DATA SECTION:
⟨
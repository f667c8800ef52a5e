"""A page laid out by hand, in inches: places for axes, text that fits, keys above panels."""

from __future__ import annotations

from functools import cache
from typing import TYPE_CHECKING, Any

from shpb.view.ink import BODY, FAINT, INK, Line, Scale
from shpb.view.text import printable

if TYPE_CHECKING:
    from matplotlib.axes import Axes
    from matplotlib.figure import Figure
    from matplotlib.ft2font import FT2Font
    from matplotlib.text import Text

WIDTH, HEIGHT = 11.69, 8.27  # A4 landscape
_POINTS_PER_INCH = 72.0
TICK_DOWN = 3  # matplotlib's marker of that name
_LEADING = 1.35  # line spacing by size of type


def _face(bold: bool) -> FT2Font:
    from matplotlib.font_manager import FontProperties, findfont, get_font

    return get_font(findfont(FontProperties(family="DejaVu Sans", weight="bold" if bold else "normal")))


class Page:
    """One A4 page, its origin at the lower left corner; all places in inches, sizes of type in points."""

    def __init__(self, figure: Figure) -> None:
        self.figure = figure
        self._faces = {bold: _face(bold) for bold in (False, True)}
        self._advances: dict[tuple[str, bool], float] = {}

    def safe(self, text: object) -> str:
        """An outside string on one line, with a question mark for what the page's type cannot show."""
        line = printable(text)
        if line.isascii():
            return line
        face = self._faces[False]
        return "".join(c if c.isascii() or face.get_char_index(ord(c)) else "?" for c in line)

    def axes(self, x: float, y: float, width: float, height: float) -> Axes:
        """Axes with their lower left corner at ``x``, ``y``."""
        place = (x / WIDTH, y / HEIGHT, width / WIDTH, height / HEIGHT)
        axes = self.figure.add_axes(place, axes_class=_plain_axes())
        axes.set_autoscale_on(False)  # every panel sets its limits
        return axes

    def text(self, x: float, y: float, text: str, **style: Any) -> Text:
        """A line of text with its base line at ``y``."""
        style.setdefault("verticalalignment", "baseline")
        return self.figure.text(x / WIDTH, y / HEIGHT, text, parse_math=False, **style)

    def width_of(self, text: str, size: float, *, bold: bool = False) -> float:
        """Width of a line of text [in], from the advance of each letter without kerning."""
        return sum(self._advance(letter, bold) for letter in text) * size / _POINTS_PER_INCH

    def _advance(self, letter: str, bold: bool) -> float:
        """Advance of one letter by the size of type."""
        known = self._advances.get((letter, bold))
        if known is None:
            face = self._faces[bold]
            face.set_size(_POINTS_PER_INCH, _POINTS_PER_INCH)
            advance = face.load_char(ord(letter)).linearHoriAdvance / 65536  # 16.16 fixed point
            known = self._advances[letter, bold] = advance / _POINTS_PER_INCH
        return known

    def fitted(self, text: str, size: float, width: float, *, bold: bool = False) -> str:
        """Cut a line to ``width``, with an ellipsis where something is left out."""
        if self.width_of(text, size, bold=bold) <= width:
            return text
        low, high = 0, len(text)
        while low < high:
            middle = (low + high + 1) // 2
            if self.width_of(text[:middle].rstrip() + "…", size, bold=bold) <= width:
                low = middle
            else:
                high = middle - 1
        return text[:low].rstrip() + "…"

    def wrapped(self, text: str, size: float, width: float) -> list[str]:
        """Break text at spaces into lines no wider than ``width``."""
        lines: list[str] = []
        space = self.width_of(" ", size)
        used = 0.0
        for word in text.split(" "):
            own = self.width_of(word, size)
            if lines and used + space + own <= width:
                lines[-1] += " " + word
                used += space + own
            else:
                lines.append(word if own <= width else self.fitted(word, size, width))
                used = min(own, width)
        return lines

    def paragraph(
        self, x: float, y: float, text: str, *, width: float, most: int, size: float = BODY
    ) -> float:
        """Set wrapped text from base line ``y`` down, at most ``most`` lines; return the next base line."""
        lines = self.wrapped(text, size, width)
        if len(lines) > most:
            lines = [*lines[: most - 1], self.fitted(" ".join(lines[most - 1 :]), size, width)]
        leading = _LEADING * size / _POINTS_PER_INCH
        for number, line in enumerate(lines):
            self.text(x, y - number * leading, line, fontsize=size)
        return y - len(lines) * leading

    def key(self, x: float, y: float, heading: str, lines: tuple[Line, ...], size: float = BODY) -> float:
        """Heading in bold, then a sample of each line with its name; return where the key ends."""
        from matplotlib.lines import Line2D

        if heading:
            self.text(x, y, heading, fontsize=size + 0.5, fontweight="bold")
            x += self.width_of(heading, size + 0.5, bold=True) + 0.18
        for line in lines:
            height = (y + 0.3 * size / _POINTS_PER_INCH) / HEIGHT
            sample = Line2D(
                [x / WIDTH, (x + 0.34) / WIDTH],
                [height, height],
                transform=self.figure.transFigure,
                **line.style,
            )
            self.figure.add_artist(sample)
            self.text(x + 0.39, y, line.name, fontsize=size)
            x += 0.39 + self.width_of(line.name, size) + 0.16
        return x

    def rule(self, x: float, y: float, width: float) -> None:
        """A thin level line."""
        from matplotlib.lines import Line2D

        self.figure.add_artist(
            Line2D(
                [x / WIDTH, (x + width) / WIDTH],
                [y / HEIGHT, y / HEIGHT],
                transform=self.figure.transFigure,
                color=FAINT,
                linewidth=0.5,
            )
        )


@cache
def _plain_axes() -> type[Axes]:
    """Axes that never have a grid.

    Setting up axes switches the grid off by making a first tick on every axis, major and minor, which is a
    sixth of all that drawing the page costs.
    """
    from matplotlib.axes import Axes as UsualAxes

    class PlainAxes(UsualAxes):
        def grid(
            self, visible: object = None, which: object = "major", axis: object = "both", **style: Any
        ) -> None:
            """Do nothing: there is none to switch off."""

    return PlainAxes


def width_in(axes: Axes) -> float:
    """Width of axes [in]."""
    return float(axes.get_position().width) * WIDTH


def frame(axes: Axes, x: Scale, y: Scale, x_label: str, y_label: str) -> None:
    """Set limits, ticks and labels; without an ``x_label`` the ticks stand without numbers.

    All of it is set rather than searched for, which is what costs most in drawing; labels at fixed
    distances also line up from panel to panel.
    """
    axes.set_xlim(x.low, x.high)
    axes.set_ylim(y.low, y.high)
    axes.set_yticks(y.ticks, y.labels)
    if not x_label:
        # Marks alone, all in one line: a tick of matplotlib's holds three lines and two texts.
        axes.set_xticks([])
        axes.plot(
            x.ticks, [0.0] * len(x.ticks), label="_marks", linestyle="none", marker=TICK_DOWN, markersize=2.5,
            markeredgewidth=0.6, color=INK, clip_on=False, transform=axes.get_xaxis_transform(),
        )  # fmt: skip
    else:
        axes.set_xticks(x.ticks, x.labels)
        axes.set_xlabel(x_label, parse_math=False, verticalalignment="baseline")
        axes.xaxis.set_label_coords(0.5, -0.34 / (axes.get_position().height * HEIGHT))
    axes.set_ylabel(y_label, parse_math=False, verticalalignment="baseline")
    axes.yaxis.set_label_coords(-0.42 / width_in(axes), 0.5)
⟩
⟨
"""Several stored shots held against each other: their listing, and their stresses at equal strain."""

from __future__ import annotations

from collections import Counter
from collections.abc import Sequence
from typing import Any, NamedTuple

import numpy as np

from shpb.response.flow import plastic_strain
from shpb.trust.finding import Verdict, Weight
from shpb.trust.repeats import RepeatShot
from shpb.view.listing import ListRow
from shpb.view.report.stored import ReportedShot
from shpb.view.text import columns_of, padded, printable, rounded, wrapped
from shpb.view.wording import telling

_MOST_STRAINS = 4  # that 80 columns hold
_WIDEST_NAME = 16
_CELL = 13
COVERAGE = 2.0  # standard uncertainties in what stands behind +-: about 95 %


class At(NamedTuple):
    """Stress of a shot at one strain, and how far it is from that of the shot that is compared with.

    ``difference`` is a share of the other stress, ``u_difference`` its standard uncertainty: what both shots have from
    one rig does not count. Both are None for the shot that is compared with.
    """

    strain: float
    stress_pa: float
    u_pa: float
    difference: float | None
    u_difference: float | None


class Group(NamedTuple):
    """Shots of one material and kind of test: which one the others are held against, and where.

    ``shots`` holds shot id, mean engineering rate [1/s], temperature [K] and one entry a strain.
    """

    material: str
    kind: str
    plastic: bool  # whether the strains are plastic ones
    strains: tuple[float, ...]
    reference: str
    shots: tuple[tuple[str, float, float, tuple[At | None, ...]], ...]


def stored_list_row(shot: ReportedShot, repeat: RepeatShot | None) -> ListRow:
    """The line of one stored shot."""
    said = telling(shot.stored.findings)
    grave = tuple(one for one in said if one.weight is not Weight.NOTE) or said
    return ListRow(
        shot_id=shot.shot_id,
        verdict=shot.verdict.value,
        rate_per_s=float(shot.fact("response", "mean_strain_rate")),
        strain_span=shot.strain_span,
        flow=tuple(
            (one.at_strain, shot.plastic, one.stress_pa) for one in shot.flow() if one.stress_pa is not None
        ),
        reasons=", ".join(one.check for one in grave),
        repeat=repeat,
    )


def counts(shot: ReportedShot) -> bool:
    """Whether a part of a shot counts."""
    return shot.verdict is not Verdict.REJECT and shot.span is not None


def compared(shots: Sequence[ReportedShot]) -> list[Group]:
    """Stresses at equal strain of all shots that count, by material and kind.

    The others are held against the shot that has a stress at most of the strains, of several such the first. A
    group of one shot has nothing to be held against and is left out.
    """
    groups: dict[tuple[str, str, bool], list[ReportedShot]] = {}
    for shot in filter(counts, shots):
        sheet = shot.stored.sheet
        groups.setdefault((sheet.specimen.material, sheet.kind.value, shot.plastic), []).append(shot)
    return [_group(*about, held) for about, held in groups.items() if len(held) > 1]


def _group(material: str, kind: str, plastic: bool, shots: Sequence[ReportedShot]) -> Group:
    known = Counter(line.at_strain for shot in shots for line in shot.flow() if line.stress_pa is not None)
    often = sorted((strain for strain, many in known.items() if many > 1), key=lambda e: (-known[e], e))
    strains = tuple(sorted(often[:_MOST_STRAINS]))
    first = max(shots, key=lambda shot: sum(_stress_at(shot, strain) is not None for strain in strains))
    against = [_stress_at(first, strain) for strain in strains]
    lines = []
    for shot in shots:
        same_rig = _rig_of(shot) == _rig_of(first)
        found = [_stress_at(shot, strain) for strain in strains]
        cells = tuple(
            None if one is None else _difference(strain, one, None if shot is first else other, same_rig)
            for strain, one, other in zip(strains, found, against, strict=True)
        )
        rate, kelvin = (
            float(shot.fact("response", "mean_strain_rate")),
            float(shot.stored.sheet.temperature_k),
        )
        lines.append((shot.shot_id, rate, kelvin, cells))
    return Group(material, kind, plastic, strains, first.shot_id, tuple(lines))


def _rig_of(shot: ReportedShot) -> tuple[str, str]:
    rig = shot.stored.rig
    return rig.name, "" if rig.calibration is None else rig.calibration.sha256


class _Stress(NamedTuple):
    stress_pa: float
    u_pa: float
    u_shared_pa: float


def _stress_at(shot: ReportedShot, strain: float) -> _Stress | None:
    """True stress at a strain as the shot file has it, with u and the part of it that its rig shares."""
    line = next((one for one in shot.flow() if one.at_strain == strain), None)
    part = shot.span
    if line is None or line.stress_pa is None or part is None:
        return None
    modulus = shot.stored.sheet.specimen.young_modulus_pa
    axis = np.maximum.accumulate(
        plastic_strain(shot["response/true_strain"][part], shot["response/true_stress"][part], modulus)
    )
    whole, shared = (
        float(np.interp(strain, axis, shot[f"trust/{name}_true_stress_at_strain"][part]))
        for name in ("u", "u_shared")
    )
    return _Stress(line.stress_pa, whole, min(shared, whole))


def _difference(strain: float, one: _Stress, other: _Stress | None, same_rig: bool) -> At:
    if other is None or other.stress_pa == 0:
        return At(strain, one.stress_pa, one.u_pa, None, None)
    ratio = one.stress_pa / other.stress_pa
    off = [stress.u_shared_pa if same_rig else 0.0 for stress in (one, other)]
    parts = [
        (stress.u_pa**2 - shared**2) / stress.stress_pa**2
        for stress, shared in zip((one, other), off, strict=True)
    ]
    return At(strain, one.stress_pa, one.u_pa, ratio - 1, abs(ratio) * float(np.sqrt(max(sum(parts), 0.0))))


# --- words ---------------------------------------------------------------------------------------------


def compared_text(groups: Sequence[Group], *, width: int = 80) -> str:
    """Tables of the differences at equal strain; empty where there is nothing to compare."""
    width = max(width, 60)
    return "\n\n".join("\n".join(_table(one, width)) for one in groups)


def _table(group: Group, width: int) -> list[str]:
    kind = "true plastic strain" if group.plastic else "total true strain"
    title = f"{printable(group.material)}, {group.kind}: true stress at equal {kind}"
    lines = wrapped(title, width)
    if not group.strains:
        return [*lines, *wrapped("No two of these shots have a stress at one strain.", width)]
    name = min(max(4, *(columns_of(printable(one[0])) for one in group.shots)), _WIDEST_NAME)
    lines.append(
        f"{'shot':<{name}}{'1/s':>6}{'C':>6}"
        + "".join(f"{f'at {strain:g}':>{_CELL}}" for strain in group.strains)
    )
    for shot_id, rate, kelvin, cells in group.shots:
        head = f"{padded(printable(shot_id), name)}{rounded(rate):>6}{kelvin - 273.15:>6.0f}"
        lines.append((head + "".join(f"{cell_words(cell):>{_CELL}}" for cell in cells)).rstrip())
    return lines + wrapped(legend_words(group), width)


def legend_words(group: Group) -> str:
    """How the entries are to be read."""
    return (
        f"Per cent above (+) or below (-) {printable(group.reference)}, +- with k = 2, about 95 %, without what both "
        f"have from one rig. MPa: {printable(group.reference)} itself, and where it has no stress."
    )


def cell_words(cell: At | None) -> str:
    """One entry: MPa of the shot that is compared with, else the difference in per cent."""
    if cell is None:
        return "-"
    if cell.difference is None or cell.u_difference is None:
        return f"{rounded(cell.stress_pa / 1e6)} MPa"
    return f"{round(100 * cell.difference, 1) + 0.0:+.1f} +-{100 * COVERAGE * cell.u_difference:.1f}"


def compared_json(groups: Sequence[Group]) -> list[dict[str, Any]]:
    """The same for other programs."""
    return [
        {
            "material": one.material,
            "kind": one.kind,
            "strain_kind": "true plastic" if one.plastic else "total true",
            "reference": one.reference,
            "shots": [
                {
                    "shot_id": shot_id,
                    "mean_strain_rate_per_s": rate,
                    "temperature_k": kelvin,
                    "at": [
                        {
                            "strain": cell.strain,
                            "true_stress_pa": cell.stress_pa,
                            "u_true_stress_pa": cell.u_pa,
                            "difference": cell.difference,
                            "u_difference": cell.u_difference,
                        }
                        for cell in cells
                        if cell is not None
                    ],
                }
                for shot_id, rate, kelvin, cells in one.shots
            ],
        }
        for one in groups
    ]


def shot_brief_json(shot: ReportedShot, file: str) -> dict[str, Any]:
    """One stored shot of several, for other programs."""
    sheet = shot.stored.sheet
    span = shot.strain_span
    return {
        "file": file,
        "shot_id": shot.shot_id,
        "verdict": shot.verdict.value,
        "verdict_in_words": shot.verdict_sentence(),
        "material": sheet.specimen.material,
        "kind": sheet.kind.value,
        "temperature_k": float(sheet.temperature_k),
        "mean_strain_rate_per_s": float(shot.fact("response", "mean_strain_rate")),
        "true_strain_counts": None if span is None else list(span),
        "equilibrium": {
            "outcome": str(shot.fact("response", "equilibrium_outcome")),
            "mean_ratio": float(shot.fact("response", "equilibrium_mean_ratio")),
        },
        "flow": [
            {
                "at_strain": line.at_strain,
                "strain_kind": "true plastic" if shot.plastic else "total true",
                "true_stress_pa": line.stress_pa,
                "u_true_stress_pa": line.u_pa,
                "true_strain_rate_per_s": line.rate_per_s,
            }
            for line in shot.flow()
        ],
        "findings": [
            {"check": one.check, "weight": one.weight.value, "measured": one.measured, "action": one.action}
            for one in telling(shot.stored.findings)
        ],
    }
⟩
PROBLEM: Among the lines above, return those that hold the word "often".

RESPONSE:
    often = sorted((strain for strain, many in known.items() if many > 1), key=lambda e: (-known[e], e))
    strains = tuple(sorted(often[:_MOST_STRAINS]))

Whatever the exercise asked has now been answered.